İmam Hüseyin Camii, Kerbela - Irak
Nûr-i Muhammed-est çün îcad-ı kâinât
Hûn-i Hüseyn mûcib-i idâme-i âlem-est.*
|
Şah İsmail [Safevi Şeyhi - ö. 1524]
Hüsnünün beyânı sûre-i Yâ-sîn ü hel-etâ
Ey Kâbe-i mübârek ü ey Merve vü Safâ
Dürr-i felek verürse mânâ ihtiyârını
Bir târ-ı mûyini dü cihâna kılam bahâ
Gelmiş degül gelüpdürebilmez be-rûz-i haşr
Devr-i kamer senün teki şâh-ı mehlikâ
Kim ki visâlin isteye ihlâs ile senün
Üstünde zıll sâye-i saâdet tutar hümâ
Toprağa bas ayağını ey gözlerim nûru
Kim hâk-i pâyini dilerem behr-i tûtiyâ
Şeydâ vü mest ü vâlih ü hayrânem ey sanem
İhlâs ile yolunda menem rind ü can-fedâ
Hurşîd ü mâh ü cümle sitâre ber-encümen
Kıldı sücûd sûretine ey azîz-i mâ
Rûh-i musavver oldu yüzünden be-âb u kil
Sensin şehâ bu ahseni takvîm'e kimyâ
İnsân degildi gökde melek yok idi henüz
Sen var idin cihânda ey dürr-i ibtidâ
Hem-tâsı ol şehenşeh-i âzam nigârımun
Yokdur be hakk-ı hörmet-i Evlâd-ı Mustafâ
Yârin yolunda hasta Hetâî yoruhma tîg
Olgil şehîd-i deşt ü beyâbân-ı Kerbelâ
Abdurrahman Sâmi Saruhânî [Yahya Kethüda Uşşâkî Dergâhı Postnişîni – ö. 1934]
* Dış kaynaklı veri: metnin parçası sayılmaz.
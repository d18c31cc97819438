package model

import (
	"math"
	"sync"

	"gonum.org/v1/gonum/mat"
)

// stretch crowds the coordinate of an axis towards its faces: x = tanh(b·s)/tanh(b), both from 0 at the centre to 1 at the face. A body that
// is much wider than thick has layers at its far faces as thin as those of its thickness, and is even between them. 0: x = s.
type stretch float64

// stretchFor gives the stretch with which an axis is crowded by a factor at its face, 0 < factor ≤ 1: dx/ds = 2b/sinh(2b) there.
func stretchFor(factor float64) stretch {
	if factor >= 0.999 {
		return 0
	}
	lo, hi := 0.0, 20.0
	for range 60 {
		if mid := (lo + hi) / 2; 2*mid/math.Sinh(2*mid) > factor {
			lo = mid
		} else {
			hi = mid
		}
	}
	return stretch(math.Round(lo*20) / 20) // few different ones, since what depends on them is kept
}

// x is the share of the radius at s.
func (b stretch) x(s float64) float64 {
	if b == 0 || s == 1 || s == -1 {
		return s
	}
	return math.Tanh(float64(b)*s) / math.Tanh(float64(b))
}

// s is the inverse of x.
func (b stretch) s(x float64) float64 {
	if b == 0 || x == 1 || x == -1 {
		return x
	}
	return math.Atanh(x*math.Tanh(float64(b))) / float64(b)
}

// slope is dx/ds.
func (b stretch) slope(s float64) float64 {
	if b == 0 {
		return 1
	}
	c := math.Cosh(float64(b) * s)
	return float64(b) / math.Tanh(float64(b)) / (c * c)
}

// collocation holds an axis of radius 1 by its values at n nodes, of which one stands on each face: the nodes of the Gauss-Radau rule of a
// half axis, in the variable of its polynomials, of the Gauss-Lobatto rule of a full one. What stands between is the polynomial through
// them, in the coordinate s of its stretch.
type collocation struct {
	*base
	stretch
	x, w []float64 // nodes, rising; weights in the axis' own measure, which add up to 1
	b    []float64 // n×n, b[m*n+j]: value at node j in coefficient m
	d    []float64 // n×n, slope by s at node i of a value at node j
	k    []float64 // n×n, what a value at node j adds to the rate at node i by conduction: minus stiffness over weight
	root []float64 // the roots of w
	sym  []float64 // n×n, −k between values times the roots of the weights, between which it is symmetric
	fast float64   // largest rate of decay of k
}

// collocationKey tells collocations apart.
type collocationKey struct {
	kind axisKind
	n    int
	stretch
}

var (
	collocationsMu sync.Mutex
	collocations   = map[collocationKey]*collocation{} // made once each
)

// collocationOf gives the collocation of a kind with n nodes.
func collocationOf(kind axisKind, n int, by stretch) *collocation {
	b := baseOf(kind, n)
	collocationsMu.Lock()
	defer collocationsMu.Unlock()
	key := collocationKey{kind, n, by}
	if c := collocations[key]; c != nil {
		return c
	}
	if len(collocations) >= mostCollocations {
		clear(collocations)
	}
	c := newCollocation(b, by)
	collocations[key] = c
	return c
}

// mostCollocations is how many are kept.
const mostCollocations = 400

func newCollocation(b *base, by stretch) *collocation {
	n := b.n
	c := &collocation{base: b, stretch: by, x: make([]float64, n), w: make([]float64, n), b: make([]float64, n*n), d: make([]float64, n*n), k: make([]float64, n*n)}
	if b.kind == planeFull {
		c.lobatto()
	} else {
		c.radau()
	}
	phi, dphi := mat.NewDense(n, n, nil), mat.NewDense(n, n, nil)
	for i, s := range c.x {
		b.values(s, phi.RawRowView(i), dphi.RawRowView(i))
	}
	var inv, slope mat.Dense
	if err := inv.Inverse(phi); err != nil {
		panic(err) // a bug of ours: the nodes are all different
	}
	slope.Mul(dphi, &inv)
	for i := 0; i < n; i++ {
		for j := 0; j < n; j++ {
			c.b[i*n+j], c.d[i*n+j] = inv.At(i, j), slope.At(i, j)
		}
	}
	c.stiffness()
	return c
}

// stiffness makes k and, of a stretched axis, the weights. The integrals are taken at the nodes; the rows of the stiffness add up to 0 and
// it is symmetric, so that heat is conserved.
func (c *collocation) stiffness() {
	n := c.n
	across := make([]float64, n) // weight of the square of a slope by s
	sum := 0.0
	for i, s := range c.x {
		wide := 1.0 // how much wider the axis is at x than at s, by its measure
		if s != 0 {
			wide = math.Pow(c.stretch.x(s)/s, map[axisKind]float64{radial: 1, spherical: 2}[c.kind])
		}
		across[i] = c.w[i] * wide / c.slope(s)
		c.w[i] *= wide * c.slope(s)
		sum += c.w[i]
	}
	for i := range c.w {
		c.w[i] /= sum
		across[i] /= sum
	}
	sym := mat.NewSymDense(n, nil)
	for i := 0; i < n; i++ {
		for j := i; j < n; j++ {
			s := 0.0
			for q := 0; q < n; q++ {
				s += across[q] * c.d[q*n+i] * c.d[q*n+j]
			}
			sym.SetSym(i, j, s/math.Sqrt(c.w[i]*c.w[j]))
			if i != j {
				c.k[i*n+j], c.k[j*n+i] = -s/c.w[i], -s/c.w[j]
			}
		}
	}
	for i := 0; i < n; i++ {
		for j := 0; j < n; j++ {
			if j != i {
				c.k[i*n+i] -= c.k[i*n+j]
			}
		}
	}
	c.root, c.sym = make([]float64, n), make([]float64, n*n)
	for i, w := range c.w {
		c.root[i] = math.Sqrt(w)
	}
	for i := range c.sym {
		c.sym[i] = -c.k[i] * (c.root[i/n] / c.root[i%n])
	}
	var eig mat.EigenSym
	eig.Factorize(sym, false)
	c.fast = eig.Values(nil)[n-1]
}

// radau makes the Gauss-Radau rule with the face as a node from the recurrence of the polynomials: the nodes are the eigenvalues of its
// Jacobi matrix with the last diagonal element so that the face is one (Golub 1973, SIAM Review 15:318-334).
func (c *collocation) radau() {
	n := c.n
	r := recurrences[c.kind][:n]
	j := mat.NewSymDense(n, nil)
	for i := 0; i < n; i++ {
		j.SetSym(i, i, -r[i].b/r[i].a)
		if i+1 < n {
			j.SetSym(i, i+1, 1/r[i].a)
		}
	}
	phi := make([]float64, n)
	c.values(1, phi, nil)
	last := 1.0
	if n > 1 {
		last -= phi[n-2] / phi[n-1] / r[n-2].a
	}
	j.SetSym(n-1, n-1, last)
	var eig mat.EigenSym
	eig.Factorize(j, false)
	for i, t := range eig.Values(nil) {
		c.x[i] = math.Sqrt(max(0, (1+t)/2))
	}
	c.x[n-1] = 1
	for i, x := range c.x {
		c.values(x, phi, nil)
		sum := 0.0
		for _, p := range phi {
			sum += p * p
		}
		c.w[i] = 1 / sum
	}
}

// lobatto makes the Gauss-Lobatto rule on -1…1 (Abramowitz & Stegun 1964, 25.4.32), its inner nodes by Newton's method.
func (c *collocation) lobatto() {
	n := c.n
	p, d := make([]float64, n), make([]float64, n)
	m := float64(n - 1)
	for i := range c.x {
		x := -math.Cos(math.Pi * float64(i) / m)
		for try := 0; try < 100 && i > 0 && i < n-1; try++ {
			legendreAll(x, p, d)
			step := d[n-1] * (1 - x*x) / (2*x*d[n-1] - m*(m+1)*p[n-1])
			x -= step
			if math.Abs(step) < 1e-15 {
				break
			}
		}
		legendreAll(x, p, d)
		c.x[i], c.w[i] = x, 1/(m*(m+1)*p[n-1]*p[n-1])
	}
	if n%2 == 1 {
		c.x[n/2] = 0
	}
}

// weightsAt fills out with the weights of the nodes' values in the value at s.
func (c *collocation) weightsAt(s float64, out []float64) {
	n := c.n
	var phi [maxDegrees]float64
	c.values(s, phi[:n], nil)
	clear(out)
	addColumns(out, c.b, n, phi[:n])
}

// coefficients gives those of the polynomials from the values at the nodes.
func (c *collocation) coefficients(values, out []float64) {
	clear(out[:c.n])
	addRows(out[:c.n], c.b, c.n, values)
}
Çeşm-i cân-ı âşıka nûr-i cilâsın Yâ Hüseyn
Enfüs ü âfâka şems ü meh-ziyâsın Yâ Hüseyn
Mazhar-ı nûr-i celîl ıstıfâdır hilkatin
Umde-i nûr-i yakîn-i ictibâsın Yâ Hüseyn
Nûr-i lâhûtun muhît-i bahr-i envâr-ı şühûd
Sen şeh-i mânâ-yı kuds-i dü serâsın Yâ Hüseyn
Vâlidin Şâh-ı Velâyet mâderin Zehrâ Betûl
Sen ciger-pâre-i mahbûb-i Hudâ'sın Yâ Hüseyn
Hânedân-ı ehl-i mahşer Sâkî-i Kevser iken
Sen susuzlukdan Şehîd-i Kerbelâ'sın Yâ Hüseyn
Âsitân-ı hazretinde bendedir cümle cihân
Zübde-i nûr-i Muhammed Mustafâ'sın Yâ Hüseyn
Bahr-i nûr dürdanesidir mâye-i aslın senin
Sen ziyâ-yı akdes-i arş- ûlâsın Yâ Hüseyn
İbtilâ künhüyle buldun ictibâ-yı zât-ı Hakk
Sen şefî'-i ekber-i yevmi'l-bekâsın Yâ Hüseyn
Bâb-ı lûtfundan eder Sâmî kulun hep istimdâd
Sen huzûr-ı Hakk'da makbûlü'r-recâsın Yâ Hüseyn
Cemâleddîn Uşşâkî [Uşşâki-Cemâliyye kolunun pîr-i sânîsi – ö. 1750]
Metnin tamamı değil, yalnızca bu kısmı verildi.